From the insight #1

Durante tutta la vita ho sempre dovuto fare i conti con la mia natura filo-anarcoide. Non è mai stata una scelta e nemmeno un percorso pilotato da manipolazioni esterne: fa parte di me. Per questo ho dovuto ben presto abituarmi alle critiche, anche feroci, che mi venivano rivolte. Talvolta mi sono sentito isolato, emarginato, odiato. Solo ed esclusivamente per ciò che sono; per ciò che penso.

Fate attenzione, l’autentico “anarco-intellettuale”, come qualcuno potrebbe definirmi, è capace innanzitutto di capire la differenza fra necessità e costrizione; fra autenticità e manipolazione; soprattutto però, è capace di cogliere al volo l’aporia ineluttabile che si mostra quando qualcuno si auto-impone la regola di non avere regole.

Ho lavorato moltissimo, innanzitutto su me stesso, al fine di comprendere gli schemi sociologici che fanno muovere il mondo e che guidano le azioni umane; la comprensione avrebbe potuto aiutarmi a capire innanzitutto gli schemi celati dietro i miei stessi comportamenti. Ma comprendere, comprendere per davvero, è un fardello molto duro da sopportare.

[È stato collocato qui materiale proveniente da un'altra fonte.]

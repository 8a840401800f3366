/**
 * A quote for a made-to-order plate, from its geometry and a shop's rates. Every line lists the
 * numbers it was computed from and the arithmetic, so a customer can see why it costs what it
 * costs. Money: integers in minor units; each line is rounded HALF-UP to a whole minor unit on
 * its own (see money.ts), then lines are summed — the total is the sum of the rounded lines.
 *
 * Per plate: material (stock blank mass × price per kg or per lb), machine time per operation
 * (cut length ÷ feed × hourly rate), drilled / tapped / reamed holes and counterbores by count,
 * pocket volume. Per order: parts × quantity, the quantity-break discount on the parts, the setup
 * fee once, then tax on the net.
 */
import { DomainError } from '../errors';
import type { HoleOperation } from '../profileTypes';
import { basisPointsOf, bpToPercent, minorToDecimal, roundHalfUpMinor } from './money';
import { materialKey, type ShopRates } from './settings';

/** Kilograms per avoirdupois pound: 0.45359237 exactly (international yard and pound, 1959). */
export const KG_PER_LB = 0.45359237;

/** Everything about the plate a quote needs (see quoteGeometry for how it is taken from a spec). */
export interface QuoteGeometry {
  materialName: string;
  densityGPerCm3: number;
  plateMassKg: number;
  blank: { widthMm: number; heightMm: number; thicknessMm: number; stockLabel: string | null };
  /** length of cut per operation, mm */
  cutMm: { outline: number; counterbore: number; pocket: number } & Record<HoleOperation, number>;
  counts: { drilledHoles: number; tappedHoles: number; reamedHoles: number; counterbores: number };
  pocketVolumeMm3: number;
}

export type QuoteLineCode =
  | 'material'
  | `machine.${keyof QuoteGeometry['cutMm']}`
  | 'holes.drilled'
  | 'holes.tapped'
  | 'holes.reamed'
  | 'counterbores'
  | 'pocket'
  | 'parts'
  | 'discount'
  | 'setup'
  | 'tax';

export interface QuoteLine {
  code: QuoteLineCode;
  label: string;
  /** 'plate': one plate's cost; 'order': applies to the whole order */
  per: 'plate' | 'order';
  /** the arithmetic in words and numbers, e.g. "1 256.6 mm ÷ 300 mm/min = 4.19 min × 90.00 EUR/h" */
  basis: string;
  inputs: Record<string, number | string>;
  /** exact amount before rounding, minor units (for the record) */
  exactMinor: number;
  /** rounded half-up; negative for the discount */
  amountMinor: number;
}

export interface QuoteTotals {
  perPlateMinor: number;
  quantity: number;
  partsMinor: number;
  discountBp: number;
  discountMinor: number;
  setupMinor: number;
  netMinor: number;
  taxBp: number;
  taxMinor: number;
  totalMinor: number;
}

export interface PlateQuote {
  currency: string;
  currencyMinorDigits: number;
  rounding: 'half-up per line, whole minor units';
  lines: QuoteLine[];
  totals: QuoteTotals;
  machineMinutesPerPlate: number;
  geometry: QuoteGeometry;
}

const OPERATION_LABEL: Record<keyof QuoteGeometry['cutMm'], string> = {
  outline: 'Cut outline',
  through: 'Cut clearance holes',
  tapDrill: 'Drill tap holes',
  dowelReam: 'Drill and ream dowel holes',
  centreBore: 'Cut centre bore',
  starterBore: 'Cut starter bore',
  counterbore: 'Cut counterbores',
  pocket: 'Cut pocket walls',
};
const OPERATIONS = Object.keys(OPERATION_LABEL) as (keyof QuoteGeometry['cutMm'])[];

const num = (x: number, digits = 2) => Number(x.toFixed(digits)).toString();

/** The quantity break that applies: the one with the largest minQuantity not above quantity. */
export function quantityBreakFor(rates: ShopRates, quantity: number): { minQuantity: number; discountBp: number } {
  let best = { minQuantity: 1, discountBp: 0 };
  for (const b of rates.quantityBreaks) if (b.minQuantity <= quantity && b.minQuantity >= best.minQuantity) best = b;
  return best;
}

export function quotePlate(geometry: QuoteGeometry, rates: ShopRates, quantity: number): PlateQuote {
  if (!Number.isInteger(quantity) || quantity < 1) throw new DomainError('quote.quantity', `quantity must be a whole number of plates, 1 or more; got ${quantity}`, ['quantity']);
  if (quantity > rates.maxQuantity) throw new DomainError('quote.quantity', `this shop quotes up to ${rates.maxQuantity} plates at a time; ask for ${rates.maxQuantity} or fewer`, ['quantity']);
  const cur = rates.currency;
  const d = rates.currencyMinorDigits;
  const money = (minor: number) => `${minorToDecimal(minor, d)} ${cur}`;
  const lines: QuoteLine[] = [];
  const push = (line: Omit<QuoteLine, 'amountMinor'> & { amountMinor?: number }) => {
    const amountMinor = line.amountMinor ?? roundHalfUpMinor(line.exactMinor);
    lines.push({ ...line, amountMinor });
  };

  // material: the blank that is bought and sawn, not the finished plate
  const price = rates.materials.find((m) => materialKey(m.material) === materialKey(geometry.materialName));
  if (!price) {
    throw new DomainError('quote.no_material_price', `${rates.shopName} has no price for the material "${geometry.materialName}"; an admin adds it in Shop settings (priced now: ${rates.materials.map((m) => m.material).join(', ')})`, ['material']);
  }
  const { widthMm, heightMm, thicknessMm, stockLabel } = geometry.blank;
  const blankCm3 = (widthMm * heightMm * thicknessMm) / 1000;
  const blankKg = (blankCm3 * geometry.densityGPerCm3) / 1000;
  const qty = price.unit === 'kg' ? blankKg : blankKg / KG_PER_LB;
  push({
    code: 'material',
    label: `Material: ${price.material} blank${stockLabel ? ` from ${stockLabel} plate` : ''}`,
    per: 'plate',
    basis: `${num(widthMm, 1)} × ${num(heightMm, 1)} × ${num(thicknessMm, 2)} mm = ${num(blankCm3, 1)} cm³ × ${geometry.densityGPerCm3} g/cm³ = ${num(blankKg, 3)} kg${price.unit === 'lb' ? ` = ${num(qty, 3)} lb` : ''} × ${money(price.pricePerUnitMinor)}/${price.unit}`,
    inputs: { widthMm, heightMm, thicknessMm, densityGPerCm3: geometry.densityGPerCm3, blankMassKg: blankKg, quantity: qty, unit: price.unit, pricePerUnitMinor: price.pricePerUnitMinor },
    exactMinor: qty * price.pricePerUnitMinor,
  });

  // machine time, per operation
  let minutes = 0;
  for (const op of OPERATIONS) {
    const mm = geometry.cutMm[op];
    if (!(mm > 0)) continue;
    const feedMmPerMin = rates.feedsMmPerMin[op];
    const min = mm / feedMmPerMin;
    minutes += min;
    push({
      code: `machine.${op}`,
      label: OPERATION_LABEL[op],
      per: 'plate',
      basis: `${num(mm, 1)} mm ÷ ${feedMmPerMin} mm/min = ${num(min)} min × ${money(rates.machineRateMinorPerHour)}/h`,
      inputs: { cutLengthMm: mm, feedMmPerMin, minutes: min, machineRateMinorPerHour: rates.machineRateMinorPerHour },
      exactMinor: (min / 60) * rates.machineRateMinorPerHour,
    });
  }

  // features by count
  const counted: [QuoteLineCode, string, number, number][] = [
    ['holes.drilled', 'Drilled clearance holes', geometry.counts.drilledHoles, rates.perFeatureMinor.drilledHole],
    ['holes.tapped', 'Tapped holes (drill and tap)', geometry.counts.tappedHoles, rates.perFeatureMinor.tappedHole],
    ['holes.reamed', 'Reamed dowel holes', geometry.counts.reamedHoles, rates.perFeatureMinor.reamedHole],
    ['counterbores', 'Counterbores', geometry.counts.counterbores, rates.perFeatureMinor.counterbore],
  ];
  for (const [code, label, count, each] of counted) {
    if (count === 0) continue;
    push({ code, label, per: 'plate', basis: `${count} × ${money(each)}`, inputs: { count, eachMinor: each }, exactMinor: count * each });
  }
  if (geometry.pocketVolumeMm3 > 0) {
    const cm3 = geometry.pocketVolumeMm3 / 1000;
    push({
      code: 'pocket',
      label: 'Pocket material removal',
      per: 'plate',
      basis: `${num(cm3, 2)} cm³ × ${money(rates.pocketMinorPerCm3)}/cm³`,
      inputs: { pocketVolumeCm3: cm3, pocketMinorPerCm3: rates.pocketMinorPerCm3 },
      exactMinor: cm3 * rates.pocketMinorPerCm3,
    });
  }

  const perPlateMinor = lines.reduce((s, l) => s + l.amountMinor, 0);
  const partsMinor = perPlateMinor * quantity;
  push({ code: 'parts', label: `Plates × ${quantity}`, per: 'order', basis: `${money(perPlateMinor)} per plate × ${quantity}`, inputs: { perPlateMinor, quantity }, exactMinor: partsMinor, amountMinor: partsMinor });
  const brk = quantityBreakFor(rates, quantity);
  const discountMinor = basisPointsOf(partsMinor, brk.discountBp);
  if (brk.discountBp > 0) {
    push({
      code: 'discount',
      label: `Quantity break (${brk.minQuantity} or more)`,
      per: 'order',
      basis: `${bpToPercent(brk.discountBp)} of ${money(partsMinor)}`,
      inputs: { discountBp: brk.discountBp, partsMinor, minQuantity: brk.minQuantity },
      exactMinor: -(partsMinor * brk.discountBp) / 10_000,
      amountMinor: -discountMinor,
    });
  }
  const setupMinor = rates.setupFeeMinor;
  if (setupMinor > 0) push({ code: 'setup', label: 'Setup (fixturing, program, first-part check)', per: 'order', basis: 'once per order', inputs: { setupFeeMinor: setupMinor }, exactMinor: setupMinor, amountMinor: setupMinor });
  const netMinor = partsMinor - discountMinor + setupMinor;
  const taxMinor = basisPointsOf(netMinor, rates.taxRateBp);
  push({
    code: 'tax',
    label: `${rates.taxLabel} ${bpToPercent(rates.taxRateBp)}`,
    per: 'order',
    basis: `${bpToPercent(rates.taxRateBp)} of ${money(netMinor)}`,
    inputs: { taxRateBp: rates.taxRateBp, netMinor },
    exactMinor: (netMinor * rates.taxRateBp) / 10_000,
    amountMinor: taxMinor,
  });

  return {
    currency: cur,
    currencyMinorDigits: d,
    rounding: 'half-up per line, whole minor units',
    lines,
    totals: { perPlateMinor, quantity, partsMinor, discountBp: brk.discountBp, discountMinor, setupMinor, netMinor, taxBp: rates.taxRateBp, taxMinor, totalMinor: netMinor + taxMinor },
    machineMinutesPerPlate: minutes,
    geometry,
  };
}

La sincerità brutale, che è la naturale conseguenza, travolge tutti quelli che ti sono intorno, tutti quelli che vivono di apparenze, di comode costruzioni mentali, di salvagenti psichici legati col fil di ferro alla corteccia cerebrale. Ma l’efferata violenza della verità finisce per travolgere soprattutto te stesso. Eppure, la sincerità che salva il mondo e che porta alla verità originaria, al di là di tutto, ti lascia un senso di profonda pace nel cuore; la stessa sensazione di appagamento che si prova nella fase di riposo che segue un esasperante sforzo prolungato. Ancora una volta un processo biologico del cervello. Alla fine, tutto, si riduce sempre e solo a questo.